As I mentioned before, they make perfect sense performed as a cycle, as I feel Schubert intended.

Quote
Likewise the 4 Impromptus D. 935 - though here it is slightly less certain since Schubert did not live to see the publication and that the autograph has no title ...

Well not really. The D935 (unlike the D899) make perfect sense (IMO) considered as a sonata, and no one would ever have questioned Schubert's decision had he published them as a sonata. Would you?

But with due respect, all bets are always off with Schubert. He was a bit disorganized, he wrote far too much music (some of the lieder are deadly dull, not to mention the operas which simply demonstrate that he had no instinct at all for dramatic timing), but if the muse was there in spades, let him have his place in the sun.

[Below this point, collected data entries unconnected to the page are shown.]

import { afterAll, beforeAll, describe, expect, it } from 'vitest';
import { createTestApp } from '../../test-support/test-app.ts';
import { insertFindingRow, systemRows, TEST_PASSWORD } from '../../test-support/fixtures.ts';
import { orgSnapshot } from '../../test-support/org-routes.ts';
import {
  auditEvents,
  createTeam,
  newProject,
  newWorksheet,
  type OrgApi,
  type Team,
  type WorksheetBody,
} from '../../test-support/team.ts';
import { dividerDraft } from '../../worksheets/__tests__/worksheet-drafts.ts';
import { nextRevisionLetter } from '../../worksheets/guards.ts';

describe('revision letters', () => {
  it.each([
    ['A', 'B'],
    ['Y', 'Z'],
    ['Z', 'AA'],
    ['AZ', 'BA'],
    ['ZZ', 'AAA'],
  ])('when the current revision is %s, then the next is %s', (letter, next) => {
    expect(nextRevisionLetter(letter)).toBe(next);
  });
});

describe('review: guards, separation of duties, frozen revisions and concurrency', () => {
  const t = createTestApp();
  let team: Team;
  let projectId: string;
  beforeAll(async () => {
    team = await createTeam(t);
    projectId = (await newProject(team.as.ann)).id;
  });
  afterAll(() => t.close());

  const id = (name: keyof Team['as']) => team.people[name]!.id;
  const step = (api: OrgApi, ws: { id: string }, body: object) =>
    api.post(`/worksheets/${ws.id}/transitions`, body);

  /** A divider by `author`, with checker and approver assigned, moved to `state` through the API. */
  async function worksheetIn(
    state: 'draft' | 'in_check' | 'checked',
    people: { author?: 'ann' | 'cal'; checker?: 'kim' | 'cal'; approver?: 'abe' | 'cal' } = {},
  ): Promise<WorksheetBody> {
    const author = team.as[people.author ?? 'ann'];
    const checker = team.as[people.checker ?? 'kim'];
    const ws = await newWorksheet(author, projectId, dividerDraft());
    let res = await author.patch(`/worksheets/${ws.id}`, {
      version: 1,
      checkerId: id(people.checker ?? 'kim'),
      approverId: id(people.approver ?? 'abe'),
    });
    if (state !== 'draft') res = await step(author, ws, { action: 'submit', version: 2 });
    if (state === 'checked') res = await step(checker, ws, { action: 'accept', version: 3 });
    expect(res.status, JSON.stringify(res.body)).toBe(200);
    return res.body as WorksheetBody;
  }

  /** Runs a refused call and checks that nothing in the organization changed. */
  async function refused(
    call: () => Promise<{ status: number; body: { error?: { code: string; message: string } } }>,
  ) {
    const before = await orgSnapshot(t, team.org.id);
    const res = await call();
    expect(await orgSnapshot(t, team.org.id)).toEqual(before);
    return { status: res.status, code: res.body.error?.code, message: res.body.error?.message };
  }

  it('when a worksheet without a checker or approver is submitted, then it answers 409 assignment-missing and nothing changes', async () => {
    const ws = await newWorksheet(team.as.ann, projectId, dividerDraft());
    expect(await refused(() => step(team.as.ann, ws, { action: 'submit', version: 1 }))).toEqual({
      status: 409,
      code: 'assignment-missing',
      message: 'Assign a checker and an approver before submitting this worksheet.',
    });
  });

  it('when people act outside their role, then each attempt answers 403 and nothing changes', async () => {
    const draft = await worksheetIn('draft');
    const inCheck = await worksheetIn('in_check');
    const checked = await worksheetIn('checked');
    const attempts = [
      [team.as.bob, draft, 'submit', 'Only the author of this worksheet may do this.'],
      [team.as.kim, draft, 'submit', 'Only the author of this worksheet may do this.'],
      [team.as.abe, inCheck, 'accept', 'Only a checker may do this.'],
      [team.as.cal, inCheck, 'accept', 'Only the assigned checker may do this.'],
      [team.as.kim, checked, 'sign', 'Only an approver may do this.'],
      [team.as.cal, checked, 'sign', 'Only the assigned approver may do this.'],
      [team.as.max, inCheck, 'withdraw', 'Only the author of this worksheet may do this.'],
    ] as const;
    for (const [api, ws, action, message] of attempts) {
      const body = { action, version: ws.version, meaning: 'Reviewed', password: TEST_PASSWORD };
      expect(await refused(() => step(api, ws, body))).toEqual({
        status: 403,
        code: 'forbidden',
        message,
      });
    }
  });

  it('when the author holds every review role, then they can neither check nor sign their own worksheet', async () => {
    const own = await worksheetIn('in_check', { author: 'cal', checker: 'kim', approver: 'abe' });
    await systemRows(t, 'UPDATE worksheets SET checker_user_id = $2 WHERE id = $1 RETURNING id', [
      own.id,
      id('cal'),
    ]);
    expect(
      await refused(() => step(team.as.cal, own, { action: 'accept', version: own.version })),
    ).toMatchObject({
      status: 403,
      message: 'Nobody checks a revision they authored.',
    });
    expect(
      await refused(() =>
        team.as.cal.post(`/worksheets/${own.id}/findings`, {
          path: 'nodes.out',
          severity: 'note',
          text: 'Mine',
        }),
      ),
    ).toMatchObject({ status: 403, code: 'forbidden' });
  });

  it('when the checker who accepted a revision is also its approver, then signing answers 403', async () => {
    const ws = await worksheetIn('in_check', { checker: 'cal', approver: 'abe' });
    expect((await step(team.as.cal, ws, { action: 'accept', version: ws.version })).status).toBe(
      200,
    );
    // The approver is changed to the person who accepted (an assignment after the fact).
    await systemRows(t, 'UPDATE worksheets SET approver_user_id = $2 WHERE id = $1 RETURNING id', [
      ws.id,
      id('cal'),
    ]);
    const body = {
      action: 'sign',
      version: ws.version + 1,
      meaning: 'Reviewed',
      password: TEST_PASSWORD,
    };
    expect(await refused(() => step(team.as.cal, ws, body))).toMatchObject({
      status: 403,
      message: 'The checker of a revision cannot also sign it off.',
    });
  });

  it('when an action does not start from the current state, or a major finding is open, then it answers 409 and nothing changes', async () => {
    const draft = await worksheetIn('draft');
    const checked = await worksheetIn('checked');
    expect(
      await refused(() => step(team.as.kim, draft, { action: 'accept', version: draft.version })),
    ).toMatchObject({
      status: 409,
      code: 'invalid-transition',
    });
    await insertFindingRow(t, {
      orgId: team.org.id,
      worksheetId: checked.id,
      createdById: id('kim'),
      severity: 'major',
      status: 'answered',
    });
    const sign = {
      action: 'sign',
      version: checked.version,
      meaning: 'Reviewed',
      password: TEST_PASSWORD,
    };
    expect(await refused(() => step(team.as.abe, checked, sign))).toMatchObject({
      status: 409,
      code: 'open-findings',
      message: '1 major finding is still open; close them before accepting or signing off.',
    });
  });

  it('when a signature meaning is not in the organization’s list, or the password is missing, then it answers 400 and nothing changes', async () => {
    const checked = await worksheetIn('checked');
    const base = { action: 'sign', version: checked.version };
    const unknown = await refused(() =>
      step(team.as.abe, checked, { ...base, meaning: 'Looks fine', password: TEST_PASSWORD }),
    );
    expect(unknown).toMatchObject({ status: 400, code: 'validation-failed' });
    const missing = await refused(() =>
      step(team.as.abe, checked, { ...base, meaning: 'Reviewed' }),
    );
    expect(missing).toMatchObject({ status: 400 });
  });

  it('when the organization lists its own signature meanings, then only those are accepted', async () => {
    await systemRows(
      t,
      `UPDATE organizations SET settings = settings || '{"signatureMeanings":["Verified by test"]}' WHERE id = $1 RETURNING id`,
      [team.org.id],
    );
    try {
      const checked = await worksheetIn('checked');
      const base = { action: 'sign', version: checked.version, password: TEST_PASSWORD };
      expect((await step(team.as.abe, checked, { ...base, meaning: 'Reviewed' })).status).toBe(400);
      const ok = await step(team.as.abe, checked, { ...base, meaning: 'Verified by test' });
      expect(ok.status).toBe(200);
    } finally {
      await systemRows(
        t,
        `UPDATE organizations SET settings = settings - 'signatureMeanings' WHERE id = $1 RETURNING id`,
        [team.org.id],
      );
    }
  });

  it('when a transition carries a stale version, then it answers 409 stale-version and nothing changes', async () => {
    const ws = await worksheetIn('draft');
    expect(
      await refused(() => step(team.as.ann, ws, { action: 'submit', version: 1 })),
    ).toMatchObject({
      status: 409,
      code: 'stale-version',
    });
  });

  it('when a frozen revision is changed or deleted by direct SQL, then the database refuses it', async () => {
    const ws = await worksheetIn('in_check');
    await expect(
      systemRows(
        t,
        `UPDATE revisions SET circuit = '{}'::jsonb WHERE worksheet_id = $1 RETURNING id`,
        [ws.id],
      ),
    ).rejects.toThrow(/frozen/);
    await expect(
      systemRows(t, 'DELETE FROM revisions WHERE worksheet_id = $1 RETURNING id', [ws.id]),
    ).rejects.toThrow(/frozen/);
    const [row] = await systemRows<{ content_hash: string; frozen: boolean }>(
      t,
      'SELECT content_hash, frozen FROM revisions WHERE worksheet_id = $1',
      [ws.id],
    );
    expect(row).toEqual({ content_hash: ws.currentRevision.contentHash, frozen: true });
  });

  it('when a signature is changed by direct SQL, then the database refuses it', async () => {
    const checked = await worksheetIn('checked');
    const signed = await step(team.as.abe, checked, {
      action: 'sign',
      version: checked.version,
      meaning: 'Reviewed',
      password: TEST_PASSWORD,
    });
    expect(signed.status).toBe(200);
    await expect(
      systemRows(
        t,
        `UPDATE signatures SET meaning = 'Approved for release' WHERE worksheet_id = $1 RETURNING id`,
        [checked.id],
      ),
    ).rejects.toThrow(/cannot be changed/);
    await expect(
      systemRows(t, 'DELETE FROM signatures WHERE worksheet_id = $1 RETURNING id', [checked.id]),
    ).rejects.toThrow(/cannot be changed/);
  });

  it('when a later revision of a signed worksheet is signed, then the earlier signature is marked superseded', async () => {
    const checked = await worksheetIn('checked');
    // An earlier signature of revision A, as if A had been signed before B was made.
    const [earlier] = await systemRows<{ id: string }>(
      t,
      `INSERT INTO signatures (org_id, worksheet_id, revision_letter, user_id, printed_name, meaning, content_hash, signed_at)
       VALUES ($1, $2, 'A', $3, 'Abe Fixture', 'Reviewed', $4, now() - interval '1 day') RETURNING id`,
      [team.org.id, checked.id, id('abe'), checked.currentRevision.contentHash],
    );
    const signed = await step(team.as.abe, checked, {
      action: 'sign',
      version: checked.version,
      meaning: 'Reviewed',
      password: TEST_PASSWORD,
    });
    expect(signed.status).toBe(200);
    const rows = await systemRows<{ id: string; superseded_at: Date | null }>(
      t,
      'SELECT id, superseded_at FROM signatures WHERE worksheet_id = $1 ORDER BY signed_at',
      [checked.id],
    );
    expect(rows.map((r) => [r.id === earlier!.id, r.superseded_at !== null])).toEqual([
      [true, true],
      [false, false],
    ]);
  });

  it('when two transitions on one worksheet race, then exactly one wins, the other answers 409, and one audit event is written', async () => {
    const ws = await worksheetIn('in_check');
    const [a, b] = await Promise.all([
      step(team.as.kim, ws, { action: 'accept', version: ws.version }),
      step(team.as.kim, ws, { action: 'return', version: ws.version }),
    ]);
    expect([a.status, b.status].sort()).toEqual([200, 409]);
    const events = (await auditEvents(t, team.org.id, 'worksheet.accepted'))
      .concat(await auditEvents(t, team.org.id, 'worksheet.returned'))
      .filter((e) => e.target_id === ws.id);
    expect(events).toHaveLength(1);
    const [row] = await systemRows<{ state: string; version: number }>(
      t,
      'SELECT state, version FROM worksheets WHERE id = $1',
      [ws.id],
    );
    expect(row).toEqual({
      state: a.status === 200 ? 'checked' : 'returned',
      version: ws.version + 1,
    });
  });

  it('when the author withdraws a worksheet in check, then it is withdrawn and can no longer be submitted', async () => {
    const ws = await worksheetIn('in_check');
    const res = await step(team.as.ann, ws, { action: 'withdraw', version: ws.version });
    expect(res.body).toMatchObject({ state: 'withdrawn' });
    expect(
      await refused(() => step(team.as.ann, ws, { action: 'submit', version: ws.version + 1 })),
    ).toMatchObject({
      status: 409,
      code: 'invalid-transition',
    });
  });

  it('when findings move out of order or by the wrong person, then each attempt is refused and nothing changes', async () => {
    const ws = await worksheetIn('in_check');
    const raised = await team.as.kim.post(`/worksheets/${ws.id}/findings`, {
      path: 'devices.r2.p',
      severity: 'minor',
      text: 'Check the rating.',
    });
    expect(raised.status).toBe(201);
    const f = raised.body.id as string;
    expect(
      await refused(() => team.as.kim.post(`/findings/${f}/answer`, { text: 'x' })),
    ).toMatchObject({ status: 403 });
    expect(
      await refused(() => team.as.bob.post(`/findings/${f}/answer`, { text: 'x' })),
    ).toMatchObject({ status: 403 });
    expect(await refused(() => team.as.ann.post(`/findings/${f}/close`, {}))).toMatchObject({
      status: 403,
    });
    expect(await refused(() => team.as.kim.post(`/findings/${f}/reopen`, {}))).toMatchObject({
      status: 409,
      code: 'conflict',
    });
    expect(
      await refused(() => team.as.ann.post(`/findings/${f}/answer`, { text: '' })),
    ).toMatchObject({ status: 400 });
    const draft = await worksheetIn('draft');
    expect(
      await refused(() =>
        team.as.kim.post(`/worksheets/${draft.id}/findings`, {
          path: 'nodes.out',
          severity: 'major',
          text: 'Early',
        }),
      ),
    ).toMatchObject({ status: 409 });
    expect(
      await refused(() =>
        team.as.kim.post(`/worksheets/${ws.id}/findings`, {
          path: 'nodes..out',
          severity: 'fatal',
          text: '',
        }),
      ),
    ).toMatchObject({ status: 400, code: 'validation-failed' });
  });

  it('when the approver enters five wrong signing passwords, then the sixth attempt answers 429 even with the right password, and nothing is signed', async () => {
    const ws = await worksheetIn('checked');
    const sign = (password: string) =>
      step(team.as.abe, ws, { action: 'sign', version: ws.version, meaning: 'Reviewed', password });
    for (let i = 0; i < 5; i++) {
      expect((await sign(`wrong-${i}`)).body.error.code).toBe('bad-password');
    }
    const before = await orgSnapshot(t, team.org.id);

    const paused = await sign(TEST_PASSWORD);

    expect(paused.status).toBe(429);
    expect(paused.body.error.message).toMatch(/Too many wrong passwords when signing/);
    expect(await orgSnapshot(t, team.org.id)).toEqual(before);
    const [row] = await systemRows<{ state: string }>(
      t,
      'SELECT state FROM worksheets WHERE id = $1',
      [ws.id],
    );
    expect(row?.state).toBe('checked');
  });
});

Yet I tend to be suspicious of composers who are ridiculously prolific. Telemann is usually the villain here (but when he was on, he bowed to no one), but more recent composers such as Milhaud, Martinu and Hovhaness tend to just repeat themselves. Always well written music, but how much of this do we really need to hear?

Funny thing, though. Rachmaninov -who is GOD on this forum- tended to emotionally and technically repeat himself also, though he is hardly a 'prolific' composer in the sense of the others.

No problem mates, I adore Rachmaninov (what works, works!), but I don't think he comes within a farthing of his great contemporaries, Strauss, Mahler, Sibelius or Elgar. These guys simply had a more adventurous and combative muse. IMHO of course.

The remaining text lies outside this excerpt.